Es un gozo intenso ver como nuestros pueblos se llenan otra vez de familias y amigos en la época estival. Las casas abiertas, cerradas a cal y canto durante el largo invierno, comienzan a abrir sus puertas y ventanas, y algún que otro geranio, traído del mercado ya florecido, adorna de nuevo los balcones y ventanas. Personas que nos recordamos de niños o de edades juveniles, comenzamos a saludarnos y a revivir aquellos años que, con tan poco, fuimos tan felices.
Añoramos los días de la escuela y nuestras maestras o maestros, que con paciencia nos enseñaron las primeras letras o las difíciles cuentas de dividir. Creímos que eran unas personas muy mayores y ahora nos damos cuenta que eran veinteañeros.
Volvemos a soñar recordando cada vericueto de nuestros paisajes tan personales (caminos, arboledas, presas y montañas) y en cada fotograma de la memoria una experiencia con nuestros padres o con los abuelos o con la pandilla de amigos o con el cura y los monaguillos que salíamos por todo el pueblo. Y miramos los portales de las casas entreabiertas y resucitamos a aquellas personas que las habitaron y cada una de sus anécdotas, que algunas ya forman parte del acervo popular del municipio y repetimos como un mantra todos los veranos.
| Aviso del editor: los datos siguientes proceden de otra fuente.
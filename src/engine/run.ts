// Runs a loaded pipeline on this machine: the same phases a cluster runs as tasks (src/engine/).
import { basename, dirname, join, resolve } from "node:path";
import { rm } from "node:fs/promises";
import { BuildCache, cacheDirOf, cacheSize, noCacheReport, type CacheReport } from "../cache/build-cache.js";
import type { Manifest } from "../output/manifest.js";
import type { Logger } from "../types.js";
import type { LoadedPipeline } from "../pipeline/load.js";
import { PhaseTally, type PhaseTiming, type ProgressListener } from "./progress.js";
import { planPhases } from "./plan.js";
import { phaseLayout, runTask } from "./task.js";
import { unitBytes, unitsOf, type Unit } from "./unit-io.js";
import { TaskThreads } from "./task-threads.js";
import { compiledModule } from "../parallel/pool.js";
import { availableParallelism } from "node:os";
import { checkOutputPlace, prepareStaging } from "../output/output-dir.js";
import { acquireRunLock } from "../output/run-lock.js";
import { describeSystemError } from "../errors.js";
import { checkFreshness, recordFreshness, snapshot } from "../output/freshness.js";

export interface RunOptions {
  log: Logger;
  /** Keep the phases' work directory (.<out>.run) after the build, to look at what each phase wrote. */
  keepWork?: boolean;
  /** Reuse cached per-file results (default true); false recomputes and refreshes them. */
  cache?: boolean;
  /** Threads for the per-record stages and the tokenizer (default: the machine's cores). */
  workers?: number;
  /** Called at most five times a second, and at the end of every task, with the phase at work and the phases done. */
  onProgress?: ProgressListener;
  /** Leave an earlier build that is up to date as it is (README, Rebuilding in CI); `run` asks it unless --force or --no-cache. */
  skipFresh?: boolean;
}

export interface RunResult {
  outDir: string;
  manifest: Manifest;
  /** Which units came from the cache and which were computed. */
  cache: CacheReport;
  /** Time, bytes and records of every phase. */
  phases: PhaseTiming[];
  /** Set when the earlier build was up to date and nothing was built (`cache` then reports nothing reused or computed). */
  upToDate?: { hashed: number };
}

/**
 * Builds on this machine by running the task plan's phases in order (the result does not depend on
 * the number of tasks): on a small input or one worker, one task per phase using the worker
 * threads for its per-record stages; else two tasks per worker, run side by side in task threads. The work directory
 * beside the output is removed once the build is published. One run at a time per output: a
 * second one refuses while the first holds the lock beside the output.
 */
export async function runPipeline(p: LoadedPipeline, opts: RunOptions): Promise<RunResult> {
  const units = await unitsOf(p);
  // Never an output folder that would take the pipeline file or an input with it.
  await checkOutputPlace(p.outDir, p.file, units.map((u) => resolve(p.baseDir, u.path)));
  const lock = await acquireRunLock(p.outDir, opts.log);
  try {
    // Under the lock: no other run is replacing the build being looked at.
    const verdict = opts.skipFresh ? await checkFreshness(p, p.outDir) : undefined;
    if (verdict) {
      if (verdict.fresh) {
        // Touched files had the same bytes: their new times are recorded, so the next check need not hash them.
        if (verdict.hashed > 0) await recordFreshness(p.outDir, verdict.now);
        return { outDir: p.outDir, manifest: verdict.manifest, cache: { ...noCacheReport(), size: { ...(await cacheSize(cacheDirOf(p.outDir))), removed: 0 } }, phases: [], upToDate: { hashed: verdict.hashed } };
      }
      opts.log.info({ outDir: p.outDir }, `building: ${verdict.why}`);
    }
    // Taken before anything is read: a file changed while the build runs has a newer time than recorded.
    const before = verdict?.now ?? (await snapshot(p));
    const result = await runLocked(p, opts, units);
    await recordFreshness(result.outDir, before);
    return result;
  } finally {
    await lock.release();
  }
}

/** Input bytes from which a run with two or more workers runs a phase's tasks side by side (SIFTPACK_TASK_THREADS_FROM_MB: for tests). */
function sideBySideFrom(): number {
  const mb = Number(process.env.SIFTPACK_TASK_THREADS_FROM_MB);
  return (Number.isFinite(mb) && mb >= 0 ? mb : 16) * 1e6;
}

async function runLocked(p: LoadedPipeline, opts: RunOptions, units: Unit[]): Promise<RunResult> {
  const threads = Math.max(1, opts.workers ?? availableParallelism());
  const module = compiledModule("./task-thread.js", import.meta.url);
  // Below a few megabytes a thread's start costs more than it saves; then one task per phase, as a cluster's smallest plan.
  const sideBySide = threads >= 2 && module !== undefined && units.reduce((a, u) => a + unitBytes(u), 0) >= sideBySideFrom();
  // Two tasks per thread: a phase's shares differ in size, and a thread that finishes early takes the next.
  const plan = planPhases(p, sideBySide ? 2 * threads : 1);
  plan.workDir = join(dirname(p.outDir), `.${basename(p.outDir)}.run`);
  // The output's checks first (a path under a file, a directory that is no build): clear one-line errors.
  await prepareStaging(p.outDir);
  await rm(plan.workDir, { recursive: true, force: true });
  const cache = new BuildCache(cacheDirOf(p.outDir), opts.cache ?? true);
  await cache.open();
  const pool = sideBySide ? new TaskThreads(module!, { p, units, tasks: plan.tasks, workDir: plan.workDir, cache: opts.cache ?? true }, threads, opts.log) : undefined;
  const finished: PhaseTiming[] = [];
  let manifest: Manifest | undefined;
  let failed = true;
  try {
    for (const phase of plan.phases) {
      const layout = await phaseLayout(p, plan, units, phase.name);
      const tally = new PhaseTally({ phase: phase.name, index: phase.index, phases: plan.phases.length, tasks: phase.tasks, bytesTotal: layout.bytes.reduce((a, b) => a + b, 0) }, finished, opts.onProgress);
      const here = async (i: number, workers: number) => {
        const r = await runTask(p, phase.name, i, { log: opts.log, workers, plan, buildCache: cache, onProgress: (b) => tally.task(i, b.current), units, bytesTotal: layout.bytes[i] });
        manifest = r.manifest ?? manifest;
        tally.taskDone();
      };
      const busy = layout.shares.flatMap((s, i) => (s.length > 0 ? [i] : []));
      if (!pool || busy.length < 2) {
        // One task with work (or none): it has every worker thread for its per-record stages.
        for (let i = 0; i < phase.tasks; i++) await here(i, threads);
      } else {
        // Tasks without a share only leave their markers.
        for (let i = 0; i < phase.tasks; i++) if (!busy.includes(i)) await here(i, 1);
        await sideBySideTasks(pool, phase.name, busy.map((i) => ({ index: i, bytes: layout.bytes[i] })), threads, cache, tally);
      }
      tally.finish();
    }
    failed = false;
  } finally {
    await pool?.close();
    // Failed or not, the phases' files go (the error was reported; the cache keeps what was read).
    // A folder that cannot be removed must not hide the build's own error; the next run removes it.
    if (!opts.keepWork)
      await rm(plan.workDir, { recursive: true, force: true }).catch((err) =>
        opts.log[failed ? "debug" : "warn"]({ workDir: plan.workDir }, `cannot remove the work directory ${plan.workDir}: ${describeSystemError(err)}; the next run removes it`),
      );
  }
  await cache.pruneOrWarn(opts.log);
  // The summary says it on stdout; here for those who read the debug log.
  opts.log.debug({ cache: cache.report }, "cache");
  return { outDir: p.outDir, manifest: manifest!, cache: cache.report, phases: finished };
}

/**
 * Runs the tasks `busy` of a phase (with the bytes each will read) in the task threads, as many at a time as there are threads, each
 * taking the next when it ends. After a failure no further task starts; the error of the lowest
 * task index is thrown once the running ones have ended, so a build with bad input reports the
 * same error however the tasks were timed.
 */
async function sideBySideTasks(pool: TaskThreads, phase: string, busy: { index: number; bytes: number }[], threads: number, cache: BuildCache, tally: PhaseTally): Promise<void> {
  const queue = [...busy];
  const lanes = Math.min(pool.size, busy.length);
  const workers = Math.max(1, Math.floor(threads / lanes));
  const errors = new Map<number, unknown>();
  const lane = async () => {
    for (let t = queue.shift(); t !== undefined && errors.size === 0; t = queue.shift()) {
      const { index, bytes } = t;
      try {
        const r = await pool.run({ phase, index, workers, bytes }, (c) => tally.task(index, c));
        cache.absorb(r.used, r.done.cache);
        tally.taskDone();
      } catch (err) {
        cache.absorb((err as { used?: string[] }).used ?? [], undefined);
        errors.set(index, err);
      }
    }
  };
  await Promise.all(Array.from({ length: lanes }, lane));
  if (errors.size > 0) throw errors.get(Math.min(...errors.keys()));
}
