// strip_repeated_lines as phases. The pass before counts, per input file, in how many of the file's
// records each line occurs (the stage's LineCounts, its budget applied per file) and writes the
// counts partitioned by line key; the `lines` phase sums each partition over all files and keeps
// the keys found in at least min_docs records; whichever phase reads the records next strips them.
// Counts can only be too low (a budget prune forgets), never too high, as in the stage itself.
import { readFile } from "node:fs/promises";
import { join } from "node:path";
import { LineCounts, lineKey, stripLines, type StripRepeatedLinesOptions } from "../stages/strip-repeated-lines.js";
import type { DocRecord, StageContext } from "../types.js";
import type { Collector } from "./collect.js";
import { shareOf, type Phase } from "./plan.js";
import { AtomicStream, unitName, writeAtomic } from "./workdir.js";
import type { TaskEnv } from "./unit-io.js";
import { loadHasher } from "../lib/hash.js";

const part = (n: number) => String(n).padStart(5, "0");
export const lineCountsFile = (work: string, phase: string, p: number, u: number) => join(work, phase, "collect", "lines", part(p), `${unitName(u)}.bin`);
export const repeatedFile = (work: string, phase: string, p: number) => join(work, phase, "repeated", `${part(p)}.bin`);

/** Counts one file's lines; `finish` writes (key, records) pairs as float64, one file per partition. */
export async function openLinesCollector(o: StripRepeatedLinesOptions, work: string, phase: string, u: number, partitions: number, count: (name: string, n?: number) => void): Promise<Collector> {
  await loadHasher();
  const counts = new LineCounts(o.max_lines, o.min_chars);
  const outs: AtomicStream[] = [];
  for (let p = 0; p < partitions; p++) outs.push(await AtomicStream.open(lineCountsFile(work, phase, p, u)));
  return {
    add: async (r) => counts.addRecord(r.text),
    finish: async () => {
      const lists: number[][] = outs.map(() => []);
      for (const [key, n] of counts.entries()) lists[key % partitions].push(key, n);
      for (let p = 0; p < partitions; p++) {
        await outs[p].write(new Uint8Array(Float64Array.from(lists[p]).buffer));
        await outs[p].commit();
      }
      if (counts.prunes > 0) count("strip_repeated_lines:budget_prunes", counts.prunes);
    },
    abort: async () => {
      for (const out of outs) await out.abort();
    },
  };
}

/** lines: for each partition of the task's share, the keys of lines found in at least min_docs records over all files. */
export async function linesPhase(env: TaskEnv, from: Phase, count: (name: string, n?: number) => void): Promise<void> {
  const o = (env.phase.does as { entry: { options: StripRepeatedLinesOptions } }).entry.options;
  const { from: p0, to: p1 } = shareOf(env.index, env.phase.tasks, env.plan.tasks);
  let distinct = 0;
  let repeated = 0;
  for (let p = p0; p < p1; p++) {
    const sums = new Map<number, number>();
    for (const unit of env.units) {
      const raw = await readFile(lineCountsFile(env.plan.workDir, from.name, p, unit.u));
      const w = new Float64Array(raw.buffer.slice(raw.byteOffset, raw.byteOffset + raw.byteLength));
      for (let x = 0; x < w.length; x += 2) sums.set(w[x], (sums.get(w[x]) ?? 0) + w[x + 1]);
    }
    const keys: number[] = [];
    for (const [k, n] of sums) if (n >= o.min_docs) keys.push(k);
    keys.sort((a, b) => a - b);
    distinct += sums.size;
    repeated += keys.length;
    await writeAtomic(repeatedFile(env.plan.workDir, env.phase.name, p), new Uint8Array(Float64Array.from(keys).buffer));
  }
  count("strip_repeated_lines:distinct_lines", distinct);
  // Raised where the records are stripped; present (as 0) even when no line repeats.
  count("strip_repeated_lines:lines_removed", 0);
  count("strip_repeated_lines:records_changed", 0);
  env.log.info({ phase: env.phase.name, task: env.index, distinct_lines: distinct, repeated_lines: repeated }, "repeated lines found");
}

/** The repeated lines of a `lines` phase as the count lookup stripLines takes (min_docs for a repeated line, else 0). */
export function repeatedLines(env: TaskEnv, phase: Phase): Promise<(r: DocRecord, drop: StageContext["drop"], count: (name: string, n?: number) => void) => boolean> {
  // Loaded once per task: every file's reader applies the same set.
  let byPhase = loaded.get(env);
  if (!byPhase) loaded.set(env, (byPhase = new Map()));
  let p = byPhase.get(phase.name);
  if (!p) byPhase.set(phase.name, (p = loadRepeatedLines(env, phase)));
  return p;
}

const loaded = new WeakMap<TaskEnv, Map<string, ReturnType<typeof loadRepeatedLines>>>();

async function loadRepeatedLines(env: TaskEnv, phase: Phase): Promise<(r: DocRecord, drop: StageContext["drop"], count: (name: string, n?: number) => void) => boolean> {
  const o = (phase.does as { entry: { options: StripRepeatedLinesOptions } }).entry.options;
  const keys = new Set<number>();
  for (let p = 0; p < env.plan.tasks; p++) {
    const raw = await readFile(repeatedFile(env.plan.workDir, phase.name, p));
    for (const k of new Float64Array(raw.buffer.slice(raw.byteOffset, raw.byteOffset + raw.byteLength))) keys.add(k);
  }
  const lookup = {
    count: (line: string) => {
      const k = lineKey(line, o.min_chars);
      return k !== undefined && keys.has(k) ? o.min_docs : 0;
    },
  };
  // Strips one record; false when nothing is left of it (dropped here).
  return (r, drop, count) => {
    if (keys.size === 0) return true;
    const { text, removed } = stripLines(r.text, lookup, o.min_docs);
    if (removed === 0) return true;
    count("strip_repeated_lines:lines_removed", removed);
    count("strip_repeated_lines:records_changed");
    r.text = text;
    if (text.trim() === "") {
      drop(r, "strip_repeated_lines:empty", { lines_removed: removed });
      return false;
    }
    return true;
  };
}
Parece que brota de nuevo la vida, aunque sepamos que es casi un espejismo del desierto. Que en cuanto pasen las fiestas –y quizás los que ya están jubilados aguanten hasta final del mes de octubre para celebrar al coopatrón San Judas, si no hace mucho frío– comenzará a ser todo un vacío de calles desoladas y casas deshabitadas y silenciosas, con las puertas mudas, con el cerrojo bien echado.
Luego las fiestas del pueblo. Todas son en verano, San Antonio en mi Villa de Moya, San Juan en el municipio de Arucas, Santiago en la Ciudad de Gáldar. Las Nieves en Agaete, San Bartolomé en Fontanales, Santa María de Guía de Gran Canaria, su Virgen y San Roque para en septiembre volver en romería despúes del Pino en Teror y apurándonos llegar a la Aldea de San Nicolás.
El encuentro en los pueblos, en sus fiestas y gracias al verano, al calor que propicia vínculos sociales, la calle, la conectividad exterior. Todo ello mejora nuestro estado de ánimo, aunque la felicidad, como el verano y las fiestas no puede durar siempre.
La felicidad son momentos puntuales, pero muchos momentos puntuales nos dicen si somos felices o no. No se pondría mantener un estado de felicidad permanente porque siempre hay que compararlo con algo, con el invierno, por ejemplo. El frío nos hace guardarnos más, también a nivel emocional.
Disfrutemos pues del buen tiempo, del encuentro con los otros, de estos días más largos, de las vacaciones, ello suele contentar al más común de los mortales.